● TASK: Show every line below where "tests" appears.

● DATA EXCERPTS:
"""What is typed at a meter is understood as it was meant, or refused in one sentence."""

from __future__ import annotations

from decimal import Decimal

import pytest
from hypothesis import given
from hypothesis import strategies as st

from gaugelog.errors import Faulty
from gaugelog.intake.typed import (
    LONGEST,
    number_of,
    parse_quantity,
    parse_reading,
    pointed,
)
from gaugelog.ledger.base import UNITS, Quantity
from tests.intake.conftest import faults_of, lines_of, told

OHMS = ("ohm", "kohm")


def refusal(text: str, check: str = "insulation") -> str:
    (line,) = lines_of(lambda: parse_reading(text, check))
    return line


@pytest.mark.parametrize(
    "text",
    [
        "12.5 GΩ",
        "12.5 Gohm",
        "12.5GOhm",
        " 12.5  gohm ",
        "12.5 gigaohm",
        "12.5 G\u2126",
        "12.5 G Ω",
        "= 12.5 GΩ",
    ],
)
def test_one_insulation_typed_in_many_ways_is_one_reading(text: str) -> None:
    found = parse_reading(text, "insulation")
    assert Quantity(value="12.5", unit="Gohm") == found.quantity
    assert "=" == found.qualifier


def test_a_reading_keeps_the_very_text_that_was_typed() -> None:
    assert ">20 GΩ" == parse_reading("  >20 GΩ ", "insulation").typed


@pytest.mark.parametrize(
    ("text", "qualifier"), [(">20 GΩ", ">"), ("> 20 GΩ", ">"), ("≥20 GΩ", ">"), ("<0.1 Mohm", "<")]
)
def test_a_bound_that_the_meter_shows_is_a_qualifier(text: str, qualifier: str) -> None:
    assert qualifier == parse_reading(text, "insulation").qualifier


@pytest.mark.parametrize(
    "text", ["OL", "ol", "0L", "O.L", "overload", "Overload", "OL MΩ", "OL Gohm"]
)
def test_a_meter_out_of_range_is_an_overload_without_a_value(text: str) -> None:
    found = parse_reading(text, "insulation")
    assert ("overload", None) == (found.qualifier, found.quantity)


def test_an_overload_with_a_strange_unit_is_refused() -> None:
    assert "is no reading" in refusal("OL volts")


@pytest.mark.parametrize("text", ["12.5 mohm", "12.5 mΩ", "12.5 m Ω", "12.5 mOhm", "12.5 mOHM"])
def test_milli_or_mega_is_asked_and_never_guessed(text: str) -> None:
    assert "milli or mega?" in refusal(text)


@pytest.mark.parametrize("text", ["12.5 Mohm", "12.5 MΩ", "12.5 MOhm", "12.5 MOHM", "12.5 megohm"])
def test_a_capital_m_is_mega(text: str) -> None:
    assert Quantity(value="12.5", unit="Mohm") == parse_reading(text, "insulation").quantity


def test_a_reading_without_its_unit_is_refused() -> None:
    assert "“12.5” has no unit. Type it like 12.5 GΩ." == refusal("12.5").removeprefix(": ")


@pytest.mark.parametrize(
    ("text", "shown"),
    [
        ("350.40 ohm", "350.40 Ω"),
        ("350.4 Ω", "350.4 Ω"),
        ("0.3504 kohm", "0.3504 kΩ"),
        ("3.504e2 ohm", "3.504e2 Ω"),
        ("+350.4 ohm", "350.4 Ω"),
    ],
)
def test_a_resistance_keeps_its_digits(text: str, shown: str) -> None:
    assert shown == str(parse_reading(text, "resistance").quantity)


def test_a_decimal_comma_is_told_with_what_to_type_instead() -> None:
    line = refusal("350,4 ohm", "resistance")
    assert "has a decimal comma. Type a decimal point: 350.4 ohm." in line


@pytest.mark.parametrize(
    "text",
    [
        "",
        "GΩ",
        "twelve GΩ",
        "1 234 GΩ",
        "1,234.5 GΩ",
        "..5 GΩ",
        "--5 GΩ",
        "nan GΩ",
        "inf GΩ",
        "good",
        "5 6 Ω",
    ],
)
def test_what_is_no_number_is_refused(text: str) -> None:
    assert "is no" in refusal(text)


def test_digits_of_other_scripts_are_no_number() -> None:
    assert "is no reading" in refusal("\u0661\u0662 GΩ")


@pytest.mark.parametrize("text", ["1e31 ohm", "1e999 ohm", "1e-400 ohm", "9e9999 ohm"])
def test_numbers_beyond_all_bounds_are_refused(text: str) -> None:
    assert "is no number of this trade" in refusal(text)


def test_a_resistance_below_zero_is_no_reading() -> None:
    assert "is below 0, which no resistance is" in refusal("-350 ohm", "resistance")


def test_a_unit_of_another_kind_names_the_units_that_fit() -> None:
    assert "has the unit V. Units here: Ω, kΩ." in refusal("350.4 V", "resistance")


def test_a_long_text_is_refused_and_shown_shortened() -> None:
    (fault,) = faults_of(lambda: parse_reading("1" * 500 + " GΩ", "insulation"))
    assert len(fault.what) < LONGEST + 40


def test_a_quantity_has_no_bound() -> None:
    with pytest.raises(Faulty):
        parse_quantity("> 3 mm", ("mm",))


def test_a_typographic_minus_is_a_minus() -> None:
    assert Quantity(value="-5", unit="degC") == parse_quantity("−5 °C", ("degC",))


def test_humidity_may_be_typed_in_plain_per_cent() -> None:
    assert Quantity(value="52", unit="%RH") == parse_quantity("52 %", ("%RH",))


def test_a_bare_number_is_a_quantity_only_where_it_has_no_unit() -> None:
    assert Quantity(value="0.3", unit="1") == parse_quantity("0.3", ("1",))
    with pytest.raises(Faulty):
        parse_quantity("0.3", ("mm",))


def test_a_unit_that_fits_after_conversion_is_converted() -> None:
    assert Quantity(value="12.7", unit="mm") == parse_quantity("0.5 in", ("mm",))


def test_a_foreign_unit_of_another_kind_is_refused() -> None:
    with pytest.raises(Faulty):
        parse_quantity("0.5 in", OHMS)


@pytest.mark.parametrize(
    ("text", "point"),
    [("0,5", "0.5"), ("-1,5e3", "-1.5e3"), ("−2,08", "−2.08"), ("0.5", None), ("1,234.5", None)],
)
def test_a_decimal_comma_is_known_when_seen(text: str, point: str | None) -> None:
    assert point == pointed(text)


@given(st.decimals(min_value=0, max_value=10**20, places=4, allow_nan=False))
def test_every_plain_decimal_comes_through_digit_by_digit(value: Decimal) -> None:
    assert f"{value:f}" == number_of(f"{value:f}")


@given(
    st.decimals(min_value=0, max_value=10**6, places=3, allow_nan=False),
    st.sampled_from(["ohm", "kohm", "Mohm", "Gohm", "Tohm"]),
)
def test_a_quantity_as_written_out_is_read_back(value: Decimal, unit: str) -> None:
    written = Quantity(value=f"{value:f}", unit=unit)
    assert written == parse_reading(str(written), "insulation").quantity


@given(st.text(max_size=80), st.sampled_from(["resistance", "insulation"]))
def test_any_text_is_understood_or_told_in_one_sentence(text: str, check: str) -> None:
    faults = told(lambda: parse_reading(text, check))
    assert faults is None or 1 == len(faults)


@given(
    st.from_regex(r"[<>=]?[-+0-9.,eE]{1,12} ?[a-zA-ZΩµμ°%/ 0-9]{0,8}", fullmatch=True),
    st.sampled_from(sorted(UNITS)),
)
def test_any_near_quantity_is_understood_or_told(text: str, unit: str) -> None:
    faults = told(lambda: parse_quantity(text, (unit,)))
    assert faults is None or 1 == len(faults)
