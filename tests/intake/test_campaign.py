"""The campaign's and the criteria's own rules, beyond what every value keeps."""

from __future__ import annotations

from pathlib import Path

import pytest

from tests.intake.conftest import change, lines_of, understood

SHUNT = 'shunt = { value = "100 kohm", arm = 1, between = ["supply-", "signal+"] }\n'


def refusal(plan: Path, file: str, before: str, after: str) -> str:
    """The first line that refuses a change of a file."""
    change(plan / file, before, after)
    return lines_of(lambda: understood(plan))[0]


@pytest.mark.parametrize("ratio", ["0.51", "-1", "3"])
def test_a_poisson_ratio_that_no_solid_has_is_told(plan: Path, ratio: str) -> None:
    line = refusal(plan, "campaign.toml", "poisson_ratio = 0.3", f"poisson_ratio = {ratio}")
    assert line.startswith("campaign.toml, article[1].material.poisson_ratio: ")


def test_a_modulus_in_ksi_is_converted(plan: Path) -> None:
    change(plan / "campaign.toml", '"206 GPa"', '"29900 ksi"')
    modulus = understood(plan).campaign.articles[0].material.modulus
    assert pytest.approx(206.15e9, rel=1e-4) == modulus.si()


def test_a_shunt_names_two_pins_by_their_functions(plan: Path) -> None:
    shunt = 'shunt = { value = "59.88 kohm", arm = 2, between = ["signal+", "supply-"] }\n'
    change(plan / "campaign.toml", SHUNT, shunt)
    found = understood(plan).campaign.modules[0].channels[0].shunt
    assert found is not None
    assert ("signal+", "supply-") == found.between


@pytest.mark.parametrize(
    "between", ['["signal+"]', '["signal+", "signal+"]', '["signal+", "J1"]', '"signal+"', "[]"]
)
def test_a_shunt_between_anything_else_is_told(plan: Path, between: str) -> None:
    shunt = f'shunt = {{ value = "59.88 kohm", arm = 2, between = {between} }}\n'
    line = refusal(plan, "campaign.toml", SHUNT, shunt)
    assert line.startswith("campaign.toml, module[1].channel[1].shunt.between: ")


def test_a_pin_of_unknown_function_is_told(plan: Path) -> None:
    line = refusal(plan, "campaign.toml", '"supply-" = "1"', '"minus" = "1"')
    assert "module[1].channel[1].pins: “minus” is not one of supply+" in line


@pytest.mark.parametrize(
    ("supply", "kind"), [("2.5 V", "constant current"), ("5 mA", "d.c."), ("5 mA", "carrier")]
)
def test_a_current_is_given_in_milliampere_and_only_a_current(
    plan: Path, supply: str, kind: str
) -> None:
    excitation = f'excitation = "{supply}"\n  excitation_kind = "{kind}"'
    line = refusal(plan, "campaign.toml", 'excitation = "2.5 V"', excitation)
    assert f"of the kind {kind} is given in" in line


def test_a_plan_without_an_article_is_told(plan: Path) -> None:
    text = (plan / "campaign.toml").read_text(encoding="utf-8")
    start, end = text.index("[[article]]"), text.index("[[module]]")
    (plan / "campaign.toml").write_text(text[:start] + text[end:], encoding="utf-8")
    assert "campaign.toml, article: is missing." in lines_of(lambda: understood(plan))


@pytest.mark.parametrize("coverage", ["1", "1.645", "2", "3"])
def test_the_coverage_is_kept_with_its_digits(plan: Path, coverage: str) -> None:
    change(plan / "criteria.toml", "coverage = 2", f"coverage = {coverage}")
    assert coverage == understood(plan).criteria.coverage


@pytest.mark.parametrize("coverage", ["0.9", "3.1", '"two"', "nan"])
def test_a_coverage_out_of_bounds_is_told(plan: Path, coverage: str) -> None:
    line = refusal(plan, "criteria.toml", "coverage = 2", f"coverage = {coverage}")
    assert line.startswith("criteria.toml, decision.coverage: ")


@pytest.mark.parametrize(
    ("kind", "lines", "told"),
    [
        ("resistance", 'at_most = "0.3 %"\nexpected = "0.4 %"', "expected: lies above at_most"),
        ("resistance", 'at_most = "0.3 %"\nexpected = "1 ohm"', "expected: mixes per cent"),
        ("insulation", 'at_least = "10 Gohm"\nexpected = "9 Gohm"', "expected: lies below"),
        (
            "resistance",
            'physics = ["lot tolerance"]\nexpected = "350 ohm"',
            "expected: stands beside one limit",
        ),
    ],
)
def test_what_is_expected_lies_on_the_good_side_of_one_limit(
    plan: Path, kind: str, lines: str, told: str
) -> None:
    check = f'[[check]]\nkind = "{kind}"\nstage = "periodic"\n{lines}\nsource = "s"\n\n[decision]'
    assert told in refusal(plan, "criteria.toml", "[decision]", check)


def test_limits_upside_down_or_mixed_are_told(plan: Path) -> None:
    upside = 'at_most = "0.3 %"\nat_least = "0.5 %"'
    assert "lies below at_least" in refusal(plan, "criteria.toml", 'at_most = "0.3 %"', upside)
    mixed = 'at_least = "349 ohm"'
    assert "mixes per cent" in refusal(plan, "criteria.toml", 'at_least = "0.5 %"', mixed)


def test_an_insulation_floor_in_milli_or_mega_is_asked(plan: Path) -> None:
    line = refusal(plan, "criteria.toml", '"10 Gohm"', '"10 mohm"')
    assert "milli or mega?" in line


def test_every_figure_of_the_demos_criteria_names_its_source(plan: Path) -> None:
    sources = [check.source for check in understood(plan).criteria.checks]
    assert 15 == len(sources)
    assert all(source.startswith(("common practice", "lot certificate")) for source in sources)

● ANSWER BOX:
from tests.intake.conftest import faults_of, lines_of, told
filename tests/intake/test_campaign.py
from tests.intake.conftest import change, lines_of, understood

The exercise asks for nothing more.